1) Makerbot replicator 2 ($2200): <http://store.makerbot.com/replicator2.html>

The new makerbot replicator is in all black, and the casing seems to be made
of metal. They've also moved from ABS plastic to PLA plastic, as ABS tends to
shrink when cooled, and as a result, it's easier to get failed prints that
curled off the platform or cracked with ABS. It's got a slightly bigger build
volume, and the default resolution is now 100 microns, rather than 270 microns
in the first Replicator. I'm not sure how fast it is to print at that
resolution.

There's a tour here:
[http://www.youtube.com/watch?v=emt8LJSXry0&feature=youtu...](http://www.youtube.com/watch?v=emt8LJSXry0&feature=youtu.be)

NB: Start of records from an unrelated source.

import { type FieldData, FieldSystem } from './blup.js';
import { conditioningSets } from './conditioning-sets.js';
import { type CovarianceFamily, correlationFunction } from './covariance/families.js';
import type { FieldGeometry } from './field-data.js';
import type { FieldParameters } from './likelihood.js';
import { type LocalStations, stationsAround } from './neighbourhoods.js';
import { VecchiaFactor } from './vecchia-factor.js';
import { VecchiaTrend } from './vecchia-trend.js';

/**
 * Stations each station is conditioned on, in the likelihood and in the trend of a large network. Measured on one
 * network of 1,000 stations each, even and clustered, with and without nugget and errors, exponential and Matérn: at 40
 * every parameter stands within 0.22 standard errors of the exact optimum, at 30 within 0.35, at 10 within 0.43. The
 * spherical covariance has a kink at its range, which few neighbours tell badly: range within 1.5 standard errors (7 %)
 * at 40 and 1.0 at 60, where the exact log-likelihood is 0.63 and 0.37 below its maximum.
 */
export const CONDITIONING_NEIGHBOURS = 40;

/** A field over some stations of a network: predicts as a `FieldSystem` does, with the whole network's trend. */
export interface LocalSystem {
  readonly stations: LocalStations;
  readonly system: FieldSystem;
  /** One a data set, in the order they were given. */
  readonly data: readonly FieldData[];
}

/**
 * One field at one set of parameters over a network too large for one factor. Trend coefficients and their covariance
 * come from all stations (generalised least squares through a Vecchia factor) and are the same everywhere; residuals
 * are kriged from the stations near a place: û = f·β̂ + cᵀK⁻¹(z − Fβ̂) and variance sill − cᵀK⁻¹c + rᵀCov(β̂)r,
 * r = f − FᵀK⁻¹c, over those stations.
 */
export class NearestStations {
  readonly geometry: FieldGeometry;
  readonly family: CovarianceFamily;
  readonly parameters: FieldParameters;
  /** Cholesky factor of FᵀV⁻¹F over all stations: p × p, row-major, lower triangle. */
  readonly trendFactor: Float64Array;
  /** GLS coefficients (p) of each data set. */
  readonly coefficients: readonly Float64Array[];
  readonly #errorVariance: Float64Array;
  readonly #data: readonly Float64Array[];

  /**
   * @param errorVariance  n; @param data  sets of n values
   * @throws MATRIX_NOT_POSITIVE_DEFINITE
   */
  constructor(
    geometry: FieldGeometry,
    family: CovarianceFamily,
    parameters: FieldParameters,
    errorVariance: Float64Array,
    data: readonly Float64Array[],
  ) {
    const trend = networkTrend(geometry, family, parameters, errorVariance);
    this.geometry = geometry;
    this.family = family;
    this.parameters = parameters;
    this.trendFactor = trend.factor;
    this.coefficients = data.map((z) => trend.coefficientsOf(z));
    this.#errorVariance = errorVariance;
    this.#data = data;
  }

  /** @throws MATRIX_NOT_POSITIVE_DEFINITE */
  over(stations: LocalStations): LocalSystem {
    const pick = (values: Float64Array) => Float64Array.from(stations.indices, (i) => values[i]);
    const system = new FieldSystem(
      stations.geometry,
      this.family,
      this.parameters,
      pick(this.#errorVariance),
      this.trendFactor,
    );
    const data = this.#data.map((z, d) => system.solveData(pick(z), this.coefficients[d]));
    return { stations, system, data };
  }
}

/** Generalised least squares over all stations, as `NearestStations` uses it. */
export function networkTrend(
  geometry: FieldGeometry,
  family: CovarianceFamily,
  parameters: FieldParameters,
  errorVariance: Float64Array,
): VecchiaTrend {
  const sets =
    geometry.conditioning ??
    conditioningSets(geometry.positionsKm, Math.min(CONDITIONING_NEIGHBOURS, geometry.n - 1));
  const factor = new VecchiaFactor(geometry, sets, correlationFunction(family), errorVariance);
  factor.refresh(parameters);
  return new VecchiaTrend(geometry, factor);
}

/**
 * The field over the `count` stations nearest to a region. `marginKm` is how far beyond the region they are all of
 * the network's stations: negative where the region itself holds more of them.
 *
 * @param centreKm  3 numbers; @param radiusKm  straight distance from there to the region's farthest point
 */
export function localSystem(
  network: NearestStations,
  centreKm: Float64Array,
  radiusKm: number,
  count: number,
): LocalSystem & { readonly marginKm: number } {
  const { stations, reachKm } = stationsAround(network.geometry, centreKm, count);
  return { ...network.over(stations), marginKm: reachKm - radiusKm };
}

2) Makerbot replicator 2X ($2800)
<http://store.makerbot.com/replicator2x.html>

Dual headed extrusion, though in my experience, there aren't too many models
that take advantage of this. They've positioned this model as something for
those that 'like to tinker and be on the cutting edge'.

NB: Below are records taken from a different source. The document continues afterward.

/** What the empirical variogram of a fitted field is made from. */
export interface VariogramInput {
  /** count × 3, km, row-major. */
  readonly positionsKm: Float64Array;
  /** GLS residuals z − Fβ̂, one a place. */
  readonly residuals: Float64Array;
  /** Known error variance of each value, 0 where none is known. */
  readonly errorVariance: Float64Array;
  /** count × p, row-major. */
  readonly trend: Float64Array;
  /** p × p covariance of β̂ under the fit, row-major. */
  readonly coefficientCovariance: Float64Array;
  readonly binCount: number;
  readonly maximumKm: number;
}

export interface VariogramBin {
  readonly fromKm: number;
  readonly toKm: number;
  /** Mean distance of its pairs. */
  readonly distanceKm: number;
  readonly pairCount: number;
  /** Semivariance in the unit of the residuals, squared; may fall below 0 where errors are large. */
  readonly semivariance: number;
}

/**
 * Matheron's estimator, ½ mean (r_i − r_j)² over the pairs of a distance bin (Matheron 1962; Cressie 1993, eq.
 * 2.4.2), brought to the scale of the fitted curve τ² + σ²(1 − ρ(h)). For GLS residuals under the fit
 *
 *   E (r_i − r_j)² = 2[τ² + σ²(1 − ρ(h))] + e_i + e_j − (f_i − f_j)ᵀ Cov(β̂) (f_i − f_j),
 *
 * since Cov(r) = V − F Cov(β̂) Fᵀ: so the known error variances e are taken off, and what the estimated trend has
 * absorbed is put back. Empty bins are left out; distances are straight.
 */
export function empiricalVariogram(input: VariogramInput): VariogramBin[] {
  const { positionsKm, residuals, binCount, maximumKm } = input;
  const count = residuals.length;
  const sums = Array.from({ length: binCount }, () => ({ pairs: 0, distance: 0, squares: 0 }));
  for (let i = 1; i < count; i++) {
    for (let j = 0; j < i; j++) {
      const h = straightDistance(positionsKm, i, j);
      if (h > maximumKm || h === 0) continue;
      const bin = sums[Math.min(binCount - 1, Math.floor((h / maximumKm) * binCount))];
      bin.pairs += 1;
      bin.distance += h;
      bin.squares += (residuals[i] - residuals[j]) ** 2 + correction(input, i, j);
    }
  }
  const widthKm = maximumKm / binCount;
  return sums.flatMap(({ pairs, distance, squares }, k) =>
    pairs === 0
      ? []
      : [
          {
            fromKm: k * widthKm,
            toKm: (k + 1) * widthKm,
            distanceKm: distance / pairs,
            pairCount: pairs,
            semivariance: squares / pairs / 2,
          },
        ],
  );
}

/** −(e_i + e_j) + (f_i − f_j)ᵀ Cov(β̂) (f_i − f_j) */
function correction(input: VariogramInput, i: number, j: number): number {
  const { errorVariance, trend, coefficientCovariance } = input;
  const p = Math.round(Math.sqrt(coefficientCovariance.length));
  let absorbed = 0;
  for (let a = 0; a < p; a++) {
    const differenceA = trend[i * p + a] - trend[j * p + a];
    for (let b = 0; b < p; b++) {
      absorbed += differenceA * coefficientCovariance[a * p + b] * (trend[i * p + b] - trend[j * p + b]);
    }
  }
  return absorbed - errorVariance[i] - errorVariance[j];
}

function straightDistance(positionsKm: Float64Array, i: number, j: number): number {
  const dx = positionsKm[3 * i] - positionsKm[3 * j];
  const dy = positionsKm[3 * i + 1] - positionsKm[3 * j + 1];
  const dz = positionsKm[3 * i + 2] - positionsKm[3 * j + 2];
  return Math.sqrt(dx * dx + dy * dy + dz * dz);
}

3) Makerware software: <http://www.makerbot.com/makerware/>

This is actually pretty neat, since the slicing software you use to prepare
models for printing is currently really slow (skeinforge), or fast but doesn't
handle all cases well (slic3r).

4) MakerBot announces new retail store: Opens at 298 Mulberry St., New York.
mbot.co/1sz

And I think this will help educate the public about what 3D printers can do.

If this model holds up to be a no fuss printing experience, I think we might
begin to see consumers thinking about getting one.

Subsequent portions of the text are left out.